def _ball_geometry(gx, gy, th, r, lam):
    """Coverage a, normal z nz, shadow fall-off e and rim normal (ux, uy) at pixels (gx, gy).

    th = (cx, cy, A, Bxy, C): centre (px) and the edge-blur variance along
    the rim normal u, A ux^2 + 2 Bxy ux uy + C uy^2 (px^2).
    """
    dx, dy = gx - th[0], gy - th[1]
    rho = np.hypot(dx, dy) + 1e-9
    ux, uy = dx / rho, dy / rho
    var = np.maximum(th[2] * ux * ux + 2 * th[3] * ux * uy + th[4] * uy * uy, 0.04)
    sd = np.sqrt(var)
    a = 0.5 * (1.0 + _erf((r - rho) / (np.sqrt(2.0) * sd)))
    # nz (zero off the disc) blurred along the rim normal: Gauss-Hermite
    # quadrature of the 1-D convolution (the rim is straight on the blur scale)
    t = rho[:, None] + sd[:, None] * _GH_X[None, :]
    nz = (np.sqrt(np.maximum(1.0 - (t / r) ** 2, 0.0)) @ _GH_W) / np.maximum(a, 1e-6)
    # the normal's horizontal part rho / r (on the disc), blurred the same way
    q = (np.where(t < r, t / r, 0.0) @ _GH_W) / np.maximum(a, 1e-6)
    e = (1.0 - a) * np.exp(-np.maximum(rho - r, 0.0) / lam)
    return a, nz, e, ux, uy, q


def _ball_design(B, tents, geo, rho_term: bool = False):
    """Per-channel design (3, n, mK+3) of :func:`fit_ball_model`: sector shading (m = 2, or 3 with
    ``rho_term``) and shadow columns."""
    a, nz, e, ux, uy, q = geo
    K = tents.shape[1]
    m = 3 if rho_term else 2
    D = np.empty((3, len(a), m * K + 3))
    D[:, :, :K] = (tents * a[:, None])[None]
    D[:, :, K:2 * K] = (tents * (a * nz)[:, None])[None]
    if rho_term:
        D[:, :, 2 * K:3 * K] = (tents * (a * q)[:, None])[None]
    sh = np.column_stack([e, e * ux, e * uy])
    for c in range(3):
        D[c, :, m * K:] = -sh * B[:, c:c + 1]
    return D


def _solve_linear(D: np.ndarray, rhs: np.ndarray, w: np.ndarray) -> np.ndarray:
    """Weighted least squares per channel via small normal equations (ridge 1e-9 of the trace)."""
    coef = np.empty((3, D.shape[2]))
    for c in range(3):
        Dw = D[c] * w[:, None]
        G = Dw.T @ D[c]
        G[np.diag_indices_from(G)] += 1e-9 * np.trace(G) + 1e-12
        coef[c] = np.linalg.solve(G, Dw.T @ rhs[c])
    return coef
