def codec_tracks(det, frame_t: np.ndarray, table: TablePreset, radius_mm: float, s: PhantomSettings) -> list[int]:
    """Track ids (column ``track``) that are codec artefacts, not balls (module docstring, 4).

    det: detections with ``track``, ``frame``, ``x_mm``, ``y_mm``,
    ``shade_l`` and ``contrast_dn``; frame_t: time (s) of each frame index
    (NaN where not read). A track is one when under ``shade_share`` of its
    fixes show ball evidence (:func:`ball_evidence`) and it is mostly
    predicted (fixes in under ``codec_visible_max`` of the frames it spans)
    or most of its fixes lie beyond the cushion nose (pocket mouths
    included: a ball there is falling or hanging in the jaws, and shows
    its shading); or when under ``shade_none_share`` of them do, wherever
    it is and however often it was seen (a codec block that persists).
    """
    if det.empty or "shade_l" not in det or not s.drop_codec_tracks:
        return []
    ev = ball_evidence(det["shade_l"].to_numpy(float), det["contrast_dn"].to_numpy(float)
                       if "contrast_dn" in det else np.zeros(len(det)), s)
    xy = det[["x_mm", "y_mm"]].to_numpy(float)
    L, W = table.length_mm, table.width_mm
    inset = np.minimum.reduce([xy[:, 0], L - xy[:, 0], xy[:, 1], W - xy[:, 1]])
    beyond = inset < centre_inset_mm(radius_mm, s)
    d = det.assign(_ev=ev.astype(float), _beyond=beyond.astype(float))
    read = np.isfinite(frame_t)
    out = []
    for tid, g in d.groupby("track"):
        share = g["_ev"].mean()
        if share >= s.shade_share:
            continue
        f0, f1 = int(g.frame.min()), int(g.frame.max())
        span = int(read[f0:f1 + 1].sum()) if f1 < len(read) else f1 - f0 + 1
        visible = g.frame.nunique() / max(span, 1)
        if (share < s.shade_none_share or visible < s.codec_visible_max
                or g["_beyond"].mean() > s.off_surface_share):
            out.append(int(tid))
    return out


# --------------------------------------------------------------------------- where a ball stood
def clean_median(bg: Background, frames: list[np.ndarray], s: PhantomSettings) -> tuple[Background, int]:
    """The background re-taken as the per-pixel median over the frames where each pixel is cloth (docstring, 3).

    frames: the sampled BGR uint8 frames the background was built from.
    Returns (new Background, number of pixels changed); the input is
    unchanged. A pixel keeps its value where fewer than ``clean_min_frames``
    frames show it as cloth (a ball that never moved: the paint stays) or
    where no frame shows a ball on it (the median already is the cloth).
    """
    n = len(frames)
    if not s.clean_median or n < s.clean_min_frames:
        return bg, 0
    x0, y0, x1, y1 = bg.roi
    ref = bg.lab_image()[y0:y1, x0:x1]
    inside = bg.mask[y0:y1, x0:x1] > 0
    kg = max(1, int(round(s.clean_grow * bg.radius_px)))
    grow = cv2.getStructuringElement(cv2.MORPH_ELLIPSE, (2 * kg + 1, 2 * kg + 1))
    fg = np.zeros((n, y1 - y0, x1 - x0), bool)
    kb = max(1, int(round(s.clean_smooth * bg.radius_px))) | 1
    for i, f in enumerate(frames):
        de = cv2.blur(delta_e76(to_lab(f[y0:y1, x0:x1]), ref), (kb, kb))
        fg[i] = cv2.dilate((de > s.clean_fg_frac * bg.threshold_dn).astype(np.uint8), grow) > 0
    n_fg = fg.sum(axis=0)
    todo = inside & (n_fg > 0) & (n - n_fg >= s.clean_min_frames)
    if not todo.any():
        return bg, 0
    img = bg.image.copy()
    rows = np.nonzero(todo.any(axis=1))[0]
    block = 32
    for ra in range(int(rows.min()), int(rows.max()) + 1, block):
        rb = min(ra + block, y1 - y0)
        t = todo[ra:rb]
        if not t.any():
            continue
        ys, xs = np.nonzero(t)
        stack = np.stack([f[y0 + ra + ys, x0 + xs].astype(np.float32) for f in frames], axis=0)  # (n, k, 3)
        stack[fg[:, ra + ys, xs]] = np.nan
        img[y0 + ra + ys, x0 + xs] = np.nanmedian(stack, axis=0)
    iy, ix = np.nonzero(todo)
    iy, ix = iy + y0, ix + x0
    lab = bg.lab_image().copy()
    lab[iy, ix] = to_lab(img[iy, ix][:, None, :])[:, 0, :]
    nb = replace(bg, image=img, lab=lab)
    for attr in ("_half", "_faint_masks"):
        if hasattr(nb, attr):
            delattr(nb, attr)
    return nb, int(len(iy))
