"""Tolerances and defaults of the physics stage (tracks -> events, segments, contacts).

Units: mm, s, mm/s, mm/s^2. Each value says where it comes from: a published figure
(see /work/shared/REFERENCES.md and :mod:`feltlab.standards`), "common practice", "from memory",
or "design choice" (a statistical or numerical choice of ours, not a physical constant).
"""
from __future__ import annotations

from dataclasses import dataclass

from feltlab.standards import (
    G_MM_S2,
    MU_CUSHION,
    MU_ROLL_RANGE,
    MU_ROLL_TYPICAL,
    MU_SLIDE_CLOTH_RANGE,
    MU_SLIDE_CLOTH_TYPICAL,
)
---
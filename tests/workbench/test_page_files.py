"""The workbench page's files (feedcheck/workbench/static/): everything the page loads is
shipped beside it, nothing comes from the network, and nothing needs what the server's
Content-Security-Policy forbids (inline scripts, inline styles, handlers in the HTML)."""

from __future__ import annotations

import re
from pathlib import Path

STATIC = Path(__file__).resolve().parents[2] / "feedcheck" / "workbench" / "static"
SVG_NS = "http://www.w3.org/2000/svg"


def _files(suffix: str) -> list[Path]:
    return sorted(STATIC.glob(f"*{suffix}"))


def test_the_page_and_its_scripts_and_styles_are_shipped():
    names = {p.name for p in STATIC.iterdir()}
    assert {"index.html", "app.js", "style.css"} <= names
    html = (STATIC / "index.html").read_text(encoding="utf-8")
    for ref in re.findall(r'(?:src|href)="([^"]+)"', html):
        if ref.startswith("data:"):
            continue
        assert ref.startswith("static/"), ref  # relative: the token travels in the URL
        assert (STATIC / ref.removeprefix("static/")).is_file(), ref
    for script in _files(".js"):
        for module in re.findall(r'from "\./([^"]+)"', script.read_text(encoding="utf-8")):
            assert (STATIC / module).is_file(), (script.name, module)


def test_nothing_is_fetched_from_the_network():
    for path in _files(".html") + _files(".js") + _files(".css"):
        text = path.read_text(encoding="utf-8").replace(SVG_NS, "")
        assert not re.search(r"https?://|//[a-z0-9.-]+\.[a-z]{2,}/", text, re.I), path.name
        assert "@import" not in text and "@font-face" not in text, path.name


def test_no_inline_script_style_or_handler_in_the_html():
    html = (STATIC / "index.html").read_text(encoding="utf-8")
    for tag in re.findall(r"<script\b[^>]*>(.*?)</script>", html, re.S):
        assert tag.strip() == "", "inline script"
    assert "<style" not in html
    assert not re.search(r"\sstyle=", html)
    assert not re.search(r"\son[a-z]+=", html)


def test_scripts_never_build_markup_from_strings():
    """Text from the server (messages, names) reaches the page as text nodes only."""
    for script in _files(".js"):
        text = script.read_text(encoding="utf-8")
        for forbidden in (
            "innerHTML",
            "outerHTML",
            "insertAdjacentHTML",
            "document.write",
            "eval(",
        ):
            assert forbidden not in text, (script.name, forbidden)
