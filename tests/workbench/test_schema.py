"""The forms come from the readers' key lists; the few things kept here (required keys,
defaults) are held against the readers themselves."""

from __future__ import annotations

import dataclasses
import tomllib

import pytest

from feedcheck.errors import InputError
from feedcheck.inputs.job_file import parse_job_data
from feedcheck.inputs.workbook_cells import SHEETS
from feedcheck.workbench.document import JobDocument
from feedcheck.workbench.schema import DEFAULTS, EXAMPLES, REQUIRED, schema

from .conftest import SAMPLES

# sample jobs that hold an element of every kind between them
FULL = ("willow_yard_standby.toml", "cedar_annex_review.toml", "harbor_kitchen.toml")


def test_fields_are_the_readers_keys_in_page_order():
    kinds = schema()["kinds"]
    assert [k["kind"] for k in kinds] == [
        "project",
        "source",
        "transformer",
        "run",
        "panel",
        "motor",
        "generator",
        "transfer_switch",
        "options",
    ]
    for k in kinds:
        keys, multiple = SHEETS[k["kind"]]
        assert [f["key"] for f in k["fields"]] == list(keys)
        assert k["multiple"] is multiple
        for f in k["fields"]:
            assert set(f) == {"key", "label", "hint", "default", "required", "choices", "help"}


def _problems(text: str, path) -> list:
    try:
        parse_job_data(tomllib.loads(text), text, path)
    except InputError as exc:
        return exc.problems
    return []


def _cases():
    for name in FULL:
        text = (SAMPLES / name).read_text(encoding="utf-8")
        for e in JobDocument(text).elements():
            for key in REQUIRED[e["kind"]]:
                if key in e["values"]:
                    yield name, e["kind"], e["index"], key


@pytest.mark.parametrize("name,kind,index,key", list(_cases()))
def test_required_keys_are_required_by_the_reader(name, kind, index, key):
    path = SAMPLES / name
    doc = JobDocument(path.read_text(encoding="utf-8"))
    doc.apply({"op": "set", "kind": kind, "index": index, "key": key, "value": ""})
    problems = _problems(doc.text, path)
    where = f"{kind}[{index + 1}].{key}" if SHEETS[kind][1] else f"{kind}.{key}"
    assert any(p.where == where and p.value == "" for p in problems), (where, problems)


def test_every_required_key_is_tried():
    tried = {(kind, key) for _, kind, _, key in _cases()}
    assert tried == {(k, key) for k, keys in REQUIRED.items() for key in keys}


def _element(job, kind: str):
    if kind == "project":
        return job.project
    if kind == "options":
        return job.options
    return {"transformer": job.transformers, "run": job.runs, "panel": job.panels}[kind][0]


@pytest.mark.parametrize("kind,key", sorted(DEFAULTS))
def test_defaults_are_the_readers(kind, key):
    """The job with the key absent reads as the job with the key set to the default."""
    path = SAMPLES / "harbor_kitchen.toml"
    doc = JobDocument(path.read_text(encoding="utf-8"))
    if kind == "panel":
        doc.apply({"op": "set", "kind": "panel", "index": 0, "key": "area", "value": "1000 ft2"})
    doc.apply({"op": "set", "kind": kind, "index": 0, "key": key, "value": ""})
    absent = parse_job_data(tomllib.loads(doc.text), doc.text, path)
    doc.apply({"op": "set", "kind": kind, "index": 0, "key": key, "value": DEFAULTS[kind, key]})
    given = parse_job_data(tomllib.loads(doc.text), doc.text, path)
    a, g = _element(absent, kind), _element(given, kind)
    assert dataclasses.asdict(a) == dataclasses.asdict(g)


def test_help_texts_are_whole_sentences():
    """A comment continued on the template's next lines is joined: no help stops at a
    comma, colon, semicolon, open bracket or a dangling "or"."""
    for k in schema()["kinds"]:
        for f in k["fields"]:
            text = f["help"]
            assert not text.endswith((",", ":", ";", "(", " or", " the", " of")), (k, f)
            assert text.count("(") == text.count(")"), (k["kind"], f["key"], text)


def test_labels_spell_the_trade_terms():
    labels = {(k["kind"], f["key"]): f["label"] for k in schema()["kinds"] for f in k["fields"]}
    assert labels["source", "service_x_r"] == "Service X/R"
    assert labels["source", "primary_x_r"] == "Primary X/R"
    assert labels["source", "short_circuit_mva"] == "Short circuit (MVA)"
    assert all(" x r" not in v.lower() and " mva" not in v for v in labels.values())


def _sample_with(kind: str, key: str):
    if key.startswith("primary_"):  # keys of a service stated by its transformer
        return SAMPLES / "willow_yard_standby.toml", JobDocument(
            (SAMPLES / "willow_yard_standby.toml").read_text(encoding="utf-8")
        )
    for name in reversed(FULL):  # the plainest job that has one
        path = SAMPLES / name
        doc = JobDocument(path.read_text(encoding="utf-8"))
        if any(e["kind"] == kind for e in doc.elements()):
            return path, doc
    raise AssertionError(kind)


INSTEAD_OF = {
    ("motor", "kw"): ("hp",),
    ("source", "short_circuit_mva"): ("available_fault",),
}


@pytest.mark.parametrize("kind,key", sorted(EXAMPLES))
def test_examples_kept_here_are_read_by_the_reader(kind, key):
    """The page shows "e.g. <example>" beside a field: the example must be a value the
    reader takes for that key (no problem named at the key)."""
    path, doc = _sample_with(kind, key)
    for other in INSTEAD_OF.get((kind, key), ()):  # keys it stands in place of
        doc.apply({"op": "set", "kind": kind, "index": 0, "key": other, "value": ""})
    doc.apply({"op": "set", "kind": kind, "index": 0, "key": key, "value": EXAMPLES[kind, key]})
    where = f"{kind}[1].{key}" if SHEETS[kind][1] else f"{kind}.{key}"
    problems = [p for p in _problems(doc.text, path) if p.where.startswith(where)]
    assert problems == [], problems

■ Exercise details
Search the material for the string "inside" and return each line that has it.

■ Solution to the problem
    inside = bg.mask[y0:y1, x0:x1] > 0
    todo = inside & (n_fg > 0) & (n - n_fg >= s.clean_min_frames)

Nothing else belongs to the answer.